Dataset entries:

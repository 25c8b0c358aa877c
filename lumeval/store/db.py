"""The store's database: URLs, engines, the schema, its versions and migrations (SQLAlchemy Core).

Backends
--------
* **SQLite** (the default; Python's standard library, no server): a path (``history.db``) or
  ``sqlite:///history.db``. Opened in WAL mode (readers never block the writer) with a busy
  timeout, and every write transaction starts with ``BEGIN IMMEDIATE`` so that two processes
  recording at once queue for the write lock instead of failing half-way.
* **PostgreSQL** (several test stations sharing one history): ``postgresql://user@host:port/db``
  (``postgres://`` too), through psycopg 3 (the ``postgres`` extra). Each recording is one
  transaction; creating the schema of a new store is serialised by an advisory lock.

Schema versions
---------------
The table ``lumeval_schema`` holds one row per schema version applied. This lumeval reads and
writes :data:`SCHEMA_VERSION`. A store of an older version is migrated by
``lumeval history migrate`` (one transaction per step, each step an explicit function below);
until then every command refuses it with a message saying so. A store of a newer version (from
a newer lumeval) is refused: it would be silently misread.

Indexes that change no row a reader sees (:data:`EXTRA_INDEXES`) are not a schema version: a
new store is created with them, and ``lumeval history migrate`` adds those that a store of the
current version lacks (a store created by an earlier lumeval), so that stations running either
lumeval keep sharing the store.

Why no Alembic: the schema has four tables and explicit, tested steps; Alembic's script
directory, environment file and revision graph would add a dependency and a second place
where the schema lives, without adding safety here (PostgreSQL and SQLite both run these
steps transactionally).
"""

from __future__ import annotations

import datetime as _dt
import os
from contextlib import contextmanager
from dataclasses import dataclass

from ..errors import LumevalError

#: The schema this lumeval reads and writes.
SCHEMA_VERSION = 2
#: The index on the input files' SHA-256: recording a lot looks up which earlier lots of its
#: product hold the same input files; without it every recording read every input row of the
#: product's lots (SQLite, a 2,000-file lot into a store of 212,000 input rows: lookup 0.31 s
#: without, 0.017 s with it, growing linearly without; bench/bench_store.py item 4).
FILE_INDEX = "ix_lot_inputs_sha256"
#: Indexes beyond those of the schema's version, as (name, table, columns): they change no row a
#: reader sees.
EXTRA_INDEXES: tuple[tuple[str, str, tuple[str, ...]], ...] = ((FILE_INDEX, "lot_inputs", ("sha256",)),)
#: Seconds a writer waits for another writer's lock (SQLite busy timeout).
SQLITE_BUSY_TIMEOUT_S = 60
#: Seconds to wait for a PostgreSQL server to answer a connection.
PG_CONNECT_TIMEOUT_S = 10
#: Advisory lock key that serialises the creation and migration of a PostgreSQL store's schema.
_PG_SCHEMA_LOCK = 0x6C756D65  # "lume"


class StoreError(LumevalError):
    """The store cannot be opened, read or written (bad URL, unreachable server, read-only
    store, a schema from another lumeval version).

    ``busy`` is true when SQLite refused a lock that another process held ("database is
    locked") without waiting for it; such a transaction changed nothing and may be retried.
    """

    busy: bool = False


def _is_sqlite_busy(text: str) -> bool:
    t = text.lower()
    return "database is locked" in t or "database table is locked" in t or "database is busy" in t


def _switch_to_wal(raw, deadline: float) -> None:
    """Put an SQLite store in WAL mode, retrying while another connection holds a lock.

    Changing the journal mode needs an exclusive lock. SQLite does not call its busy handler
    when two connections that both hold a shared lock race for it (its deadlock rule), so the
    loser gets "database is locked" at once; it waits here and tries again until ``deadline``.
    """
    import sqlite3
    import time

    pause = 0.005
    while True:
        try:
            if str(raw.execute("PRAGMA journal_mode").fetchone()[0]).lower() != "wal":
                raw.execute("PRAGMA journal_mode = WAL")
            return
        except sqlite3.OperationalError as exc:
            if not _is_sqlite_busy(str(exc)) or time.monotonic() >= deadline:
                raise
        time.sleep(pause)
        pause = min(pause * 2, 0.25)


# --------------------------------------------------------------------------- URLs


@dataclass(frozen=True)
class StoreURL:
    """A store location: the SQLAlchemy URL, the backend and a printable form without password."""

    url: str
    backend: str  # "sqlite" | "postgresql"
    shown: str
    sqlite_path: str | None = None


def parse_store_url(text: str) -> StoreURL:
    """Turn ``--store`` into a :class:`StoreURL`.

    A plain path (no ``scheme://``) and ``sqlite:///path`` mean SQLite; ``postgresql://`` and
    ``postgres://`` (any ``+driver`` is replaced) mean PostgreSQL through psycopg 3.
    """
    from sqlalchemy.engine import make_url
    from sqlalchemy.exc import ArgumentError

    from .._paths import display_path

    raw = str(text).strip()
    if not raw:
        raise StoreError("the store URL is empty", fix="give a path (history.db), sqlite:///history.db or postgresql://user@host/db")
    if "://" not in raw:
        _refuse_folder_path(raw, display_path(raw))
        path = os.path.abspath(raw)
        # shown with undecodable bytes of the file name as U+FFFD, as every path lumeval shows
        return StoreURL("sqlite:///" + path, "sqlite", display_path(raw), path)
    try:
        raw.encode("utf-8")
    except UnicodeEncodeError:  # undecodable bytes in a URL (a path is fine: it opens as given)
        raise StoreError(f"{_redact(display_path(raw))}: the store URL is not UTF-8 text",
                         fix="give the URL as UTF-8 text, or the SQLite file as a plain path") from None
    try:
        u = make_url(raw)
    except ArgumentError:
        raise StoreError(f"{_redact(raw)}: not a store URL",
                         fix="give a path, sqlite:///history.db or postgresql://user@host:port/db") from None
    backend = u.get_backend_name()
    shown = display_path(u.render_as_string(hide_password=True))
    if backend == "sqlite":
        db = u.database or ""
        if not db or db == ":memory:" or db.startswith("file:"):
            raise StoreError(f"{shown}: a store needs a database file",
                             fix="give sqlite:///path/to/history.db (three slashes, then the path)")
        _refuse_folder_path(db, shown)
        path = os.path.abspath(db)
        mode = u.query.get("mode")
        if mode == "ro":  # a read-only view of a store (viewers of a shared file)
            return StoreURL(f"sqlite:///file:{path}?mode=ro&uri=true", "sqlite", shown, path)
        if mode is not None or set(u.query) - {"mode"}:
            raise StoreError(f"{shown}: unsupported SQLite URL options", fix="use sqlite:///path.db or sqlite:///path.db?mode=ro")
        return StoreURL("sqlite:///" + path, "sqlite", shown, path)
    if backend in ("postgresql", "postgres"):
        u = u.set(drivername="postgresql+psycopg")
        return StoreURL(u.render_as_string(hide_password=False), "postgresql", shown)
    raise StoreError(f"{shown}: unsupported store type {backend!r}",
                     fix="use SQLite (a path or sqlite:///history.db) or PostgreSQL (postgresql://user@host:port/db)")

Prompt: Check every line of the records, and copy the ones that hold the word "without".

Completed exercise:
where the schema lives, without adding safety here (PostgreSQL and SQLite both run these
#: product hold the same input files; without it every recording read every input row of the
#: without, 0.017 s with it, growing linearly without; bench/bench_store.py item 4).
    locked") without waiting for it; such a transaction changed nothing and may be retried.
    """A store location: the SQLAlchemy URL, the backend and a printable form without password."""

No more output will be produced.